Collection entries:
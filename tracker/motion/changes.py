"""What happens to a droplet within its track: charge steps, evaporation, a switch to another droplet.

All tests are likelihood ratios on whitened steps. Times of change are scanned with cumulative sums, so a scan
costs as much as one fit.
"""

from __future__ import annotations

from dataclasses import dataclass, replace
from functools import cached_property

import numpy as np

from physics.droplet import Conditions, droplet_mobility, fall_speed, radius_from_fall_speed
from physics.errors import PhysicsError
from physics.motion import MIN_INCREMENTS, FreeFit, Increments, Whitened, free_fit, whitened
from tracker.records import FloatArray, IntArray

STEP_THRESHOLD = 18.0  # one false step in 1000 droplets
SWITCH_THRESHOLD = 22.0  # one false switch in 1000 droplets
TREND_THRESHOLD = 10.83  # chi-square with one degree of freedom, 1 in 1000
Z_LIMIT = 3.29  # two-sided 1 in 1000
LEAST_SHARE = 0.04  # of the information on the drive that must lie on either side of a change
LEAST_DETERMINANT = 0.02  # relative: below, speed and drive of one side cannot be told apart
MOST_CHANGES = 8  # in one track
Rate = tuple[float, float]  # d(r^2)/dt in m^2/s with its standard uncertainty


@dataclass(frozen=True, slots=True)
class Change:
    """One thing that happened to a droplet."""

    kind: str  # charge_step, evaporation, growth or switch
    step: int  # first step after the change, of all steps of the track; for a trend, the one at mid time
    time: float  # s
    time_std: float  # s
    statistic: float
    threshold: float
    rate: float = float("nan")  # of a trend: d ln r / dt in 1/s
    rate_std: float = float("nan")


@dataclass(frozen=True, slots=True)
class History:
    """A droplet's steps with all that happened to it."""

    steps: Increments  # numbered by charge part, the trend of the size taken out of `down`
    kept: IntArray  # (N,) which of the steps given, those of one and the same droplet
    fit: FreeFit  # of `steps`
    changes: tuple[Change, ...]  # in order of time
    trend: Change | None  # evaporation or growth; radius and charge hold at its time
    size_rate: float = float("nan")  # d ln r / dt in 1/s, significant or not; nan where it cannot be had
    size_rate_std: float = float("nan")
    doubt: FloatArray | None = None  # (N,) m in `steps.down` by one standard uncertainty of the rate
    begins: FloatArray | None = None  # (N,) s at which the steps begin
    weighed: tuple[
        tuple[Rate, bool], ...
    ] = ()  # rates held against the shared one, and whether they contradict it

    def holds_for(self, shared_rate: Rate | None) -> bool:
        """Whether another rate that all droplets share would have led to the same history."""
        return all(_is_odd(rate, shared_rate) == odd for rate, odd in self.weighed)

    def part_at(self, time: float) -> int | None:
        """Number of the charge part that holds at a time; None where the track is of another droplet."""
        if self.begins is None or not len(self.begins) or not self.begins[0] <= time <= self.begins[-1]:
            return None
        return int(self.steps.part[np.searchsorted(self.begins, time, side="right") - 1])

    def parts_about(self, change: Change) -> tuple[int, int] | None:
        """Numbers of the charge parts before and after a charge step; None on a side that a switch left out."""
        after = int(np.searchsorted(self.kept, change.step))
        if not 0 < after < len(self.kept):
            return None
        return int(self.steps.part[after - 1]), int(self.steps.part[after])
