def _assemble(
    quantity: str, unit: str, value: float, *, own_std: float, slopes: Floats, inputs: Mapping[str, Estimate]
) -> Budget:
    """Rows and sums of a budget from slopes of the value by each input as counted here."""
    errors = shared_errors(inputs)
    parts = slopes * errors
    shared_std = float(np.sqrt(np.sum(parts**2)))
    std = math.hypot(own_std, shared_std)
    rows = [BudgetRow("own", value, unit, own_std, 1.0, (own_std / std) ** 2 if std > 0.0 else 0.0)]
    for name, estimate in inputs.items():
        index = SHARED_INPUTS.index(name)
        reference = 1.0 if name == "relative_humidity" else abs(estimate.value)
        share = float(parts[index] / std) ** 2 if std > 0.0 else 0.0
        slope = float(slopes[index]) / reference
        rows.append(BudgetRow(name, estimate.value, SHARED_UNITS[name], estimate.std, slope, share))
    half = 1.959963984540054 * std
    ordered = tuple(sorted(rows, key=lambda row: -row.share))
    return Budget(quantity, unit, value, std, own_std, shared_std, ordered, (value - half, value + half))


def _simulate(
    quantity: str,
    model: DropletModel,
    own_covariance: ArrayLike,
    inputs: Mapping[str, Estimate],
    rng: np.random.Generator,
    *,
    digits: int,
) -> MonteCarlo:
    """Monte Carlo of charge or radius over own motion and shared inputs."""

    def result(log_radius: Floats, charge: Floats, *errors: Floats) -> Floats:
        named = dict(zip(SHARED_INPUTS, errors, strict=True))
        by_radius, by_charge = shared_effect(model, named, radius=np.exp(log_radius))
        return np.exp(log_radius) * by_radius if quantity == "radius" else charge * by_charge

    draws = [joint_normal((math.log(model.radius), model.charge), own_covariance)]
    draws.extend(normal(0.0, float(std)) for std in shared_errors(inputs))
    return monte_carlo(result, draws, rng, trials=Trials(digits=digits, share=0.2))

==

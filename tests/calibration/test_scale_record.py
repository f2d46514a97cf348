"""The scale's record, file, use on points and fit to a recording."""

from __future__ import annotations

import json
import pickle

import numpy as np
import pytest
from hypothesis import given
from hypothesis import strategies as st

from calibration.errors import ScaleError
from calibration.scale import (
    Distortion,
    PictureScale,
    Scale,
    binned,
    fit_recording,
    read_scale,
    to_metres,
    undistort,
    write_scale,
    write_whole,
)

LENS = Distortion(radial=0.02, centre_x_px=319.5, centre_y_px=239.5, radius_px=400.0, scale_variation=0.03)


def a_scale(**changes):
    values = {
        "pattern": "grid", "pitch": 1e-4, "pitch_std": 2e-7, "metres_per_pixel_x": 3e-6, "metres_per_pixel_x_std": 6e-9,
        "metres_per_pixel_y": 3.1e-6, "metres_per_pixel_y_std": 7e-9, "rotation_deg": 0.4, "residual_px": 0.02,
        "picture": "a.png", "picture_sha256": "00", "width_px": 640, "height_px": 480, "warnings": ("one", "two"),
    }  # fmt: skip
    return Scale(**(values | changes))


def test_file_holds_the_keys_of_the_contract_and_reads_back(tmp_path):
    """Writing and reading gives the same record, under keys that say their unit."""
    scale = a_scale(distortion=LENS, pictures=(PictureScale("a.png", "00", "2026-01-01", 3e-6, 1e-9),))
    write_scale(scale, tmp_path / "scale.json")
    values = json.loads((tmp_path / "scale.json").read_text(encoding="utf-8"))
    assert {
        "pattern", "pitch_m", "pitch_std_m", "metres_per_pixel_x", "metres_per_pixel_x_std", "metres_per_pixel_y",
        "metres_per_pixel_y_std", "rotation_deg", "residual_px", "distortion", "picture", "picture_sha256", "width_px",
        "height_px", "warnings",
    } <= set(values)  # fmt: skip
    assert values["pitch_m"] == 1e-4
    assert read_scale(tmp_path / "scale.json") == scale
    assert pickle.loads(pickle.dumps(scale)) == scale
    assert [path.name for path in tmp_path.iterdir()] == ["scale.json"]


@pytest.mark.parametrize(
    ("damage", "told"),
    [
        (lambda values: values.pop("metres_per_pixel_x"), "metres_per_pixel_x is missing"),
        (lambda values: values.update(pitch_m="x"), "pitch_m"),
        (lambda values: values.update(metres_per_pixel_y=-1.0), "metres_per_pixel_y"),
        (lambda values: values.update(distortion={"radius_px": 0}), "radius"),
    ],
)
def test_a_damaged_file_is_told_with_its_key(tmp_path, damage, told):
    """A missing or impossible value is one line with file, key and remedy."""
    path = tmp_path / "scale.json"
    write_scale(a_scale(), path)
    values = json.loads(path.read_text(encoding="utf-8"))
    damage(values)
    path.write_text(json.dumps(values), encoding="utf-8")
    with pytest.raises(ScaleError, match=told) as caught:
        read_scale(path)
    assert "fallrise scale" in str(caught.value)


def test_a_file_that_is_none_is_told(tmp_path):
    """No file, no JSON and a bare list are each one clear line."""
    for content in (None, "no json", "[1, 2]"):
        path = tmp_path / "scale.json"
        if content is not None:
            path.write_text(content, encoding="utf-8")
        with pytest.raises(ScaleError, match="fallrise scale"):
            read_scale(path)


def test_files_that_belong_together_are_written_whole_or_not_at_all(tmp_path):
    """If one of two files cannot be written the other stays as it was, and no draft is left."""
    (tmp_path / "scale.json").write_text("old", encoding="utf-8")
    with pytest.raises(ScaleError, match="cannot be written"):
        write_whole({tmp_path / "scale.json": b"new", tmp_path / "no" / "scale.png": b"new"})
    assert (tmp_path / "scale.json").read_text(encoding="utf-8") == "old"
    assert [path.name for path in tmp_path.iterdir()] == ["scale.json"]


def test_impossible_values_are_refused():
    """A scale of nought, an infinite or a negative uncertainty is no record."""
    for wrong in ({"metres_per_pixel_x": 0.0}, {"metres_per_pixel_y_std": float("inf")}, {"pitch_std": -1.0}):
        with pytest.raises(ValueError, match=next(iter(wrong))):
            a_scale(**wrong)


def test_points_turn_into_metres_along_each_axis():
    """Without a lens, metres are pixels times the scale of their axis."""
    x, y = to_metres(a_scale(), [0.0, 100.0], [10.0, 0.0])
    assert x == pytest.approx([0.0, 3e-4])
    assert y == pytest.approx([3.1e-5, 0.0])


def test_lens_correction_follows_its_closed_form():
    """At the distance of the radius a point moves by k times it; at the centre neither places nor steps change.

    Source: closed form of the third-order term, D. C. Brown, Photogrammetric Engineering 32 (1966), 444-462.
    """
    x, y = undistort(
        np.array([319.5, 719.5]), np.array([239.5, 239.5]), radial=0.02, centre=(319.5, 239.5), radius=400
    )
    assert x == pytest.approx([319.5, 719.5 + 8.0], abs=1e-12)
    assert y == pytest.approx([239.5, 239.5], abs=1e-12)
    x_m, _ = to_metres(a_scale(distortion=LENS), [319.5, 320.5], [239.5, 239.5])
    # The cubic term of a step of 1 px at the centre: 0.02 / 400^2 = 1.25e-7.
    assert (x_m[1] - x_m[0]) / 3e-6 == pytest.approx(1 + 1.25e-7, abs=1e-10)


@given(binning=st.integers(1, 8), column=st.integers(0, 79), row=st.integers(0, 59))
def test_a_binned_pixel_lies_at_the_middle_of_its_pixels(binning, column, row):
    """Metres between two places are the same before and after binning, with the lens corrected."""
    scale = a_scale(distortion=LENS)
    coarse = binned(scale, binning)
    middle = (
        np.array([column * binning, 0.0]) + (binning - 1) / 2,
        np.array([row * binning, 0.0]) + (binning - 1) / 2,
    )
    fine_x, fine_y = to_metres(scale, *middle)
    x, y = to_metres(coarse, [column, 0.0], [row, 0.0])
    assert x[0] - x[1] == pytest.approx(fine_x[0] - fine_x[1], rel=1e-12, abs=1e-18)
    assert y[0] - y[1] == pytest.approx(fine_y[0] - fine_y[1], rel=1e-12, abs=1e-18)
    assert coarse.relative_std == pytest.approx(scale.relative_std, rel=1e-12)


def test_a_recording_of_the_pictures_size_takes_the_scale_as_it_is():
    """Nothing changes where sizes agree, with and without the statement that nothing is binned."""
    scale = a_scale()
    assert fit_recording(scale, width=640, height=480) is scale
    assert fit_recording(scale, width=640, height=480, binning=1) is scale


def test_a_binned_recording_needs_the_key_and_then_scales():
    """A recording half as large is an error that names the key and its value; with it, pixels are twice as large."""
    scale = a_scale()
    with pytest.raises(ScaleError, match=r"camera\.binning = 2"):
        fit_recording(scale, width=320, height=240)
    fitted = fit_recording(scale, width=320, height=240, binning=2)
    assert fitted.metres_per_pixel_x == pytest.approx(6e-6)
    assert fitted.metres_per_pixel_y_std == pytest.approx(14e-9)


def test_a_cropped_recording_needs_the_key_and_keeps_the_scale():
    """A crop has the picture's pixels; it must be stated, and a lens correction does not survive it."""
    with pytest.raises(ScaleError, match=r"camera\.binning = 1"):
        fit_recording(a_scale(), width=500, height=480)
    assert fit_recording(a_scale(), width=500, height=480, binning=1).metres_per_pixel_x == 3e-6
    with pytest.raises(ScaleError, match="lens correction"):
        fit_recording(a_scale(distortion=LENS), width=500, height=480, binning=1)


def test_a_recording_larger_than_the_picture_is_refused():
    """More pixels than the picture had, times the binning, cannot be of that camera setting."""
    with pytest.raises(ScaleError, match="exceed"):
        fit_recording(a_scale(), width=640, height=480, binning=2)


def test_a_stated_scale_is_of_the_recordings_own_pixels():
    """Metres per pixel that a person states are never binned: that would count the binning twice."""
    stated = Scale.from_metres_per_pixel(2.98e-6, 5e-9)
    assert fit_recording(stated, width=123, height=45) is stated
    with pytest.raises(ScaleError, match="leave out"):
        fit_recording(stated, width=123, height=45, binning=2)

→ Instructions to follow
Look above for the line holding "shared_std = float(np.sqrt(np.sum(parts**2)))" and the line holding "half = 1.959963984540054 * std", then output exactly those two lines and every line between them, nothing more.

→ Answer section
    shared_std = float(np.sqrt(np.sum(parts**2)))
    std = math.hypot(own_std, shared_std)
    rows = [BudgetRow("own", value, unit, own_std, 1.0, (own_std / std) ** 2 if std > 0.0 else 0.0)]
    for name, estimate in inputs.items():
        index = SHARED_INPUTS.index(name)
        reference = 1.0 if name == "relative_humidity" else abs(estimate.value)
        share = float(parts[index] / std) ** 2 if std > 0.0 else 0.0
        slope = float(slopes[index]) / reference
        rows.append(BudgetRow(name, estimate.value, SHARED_UNITS[name], estimate.std, slope, share))
    half = 1.959963984540054 * std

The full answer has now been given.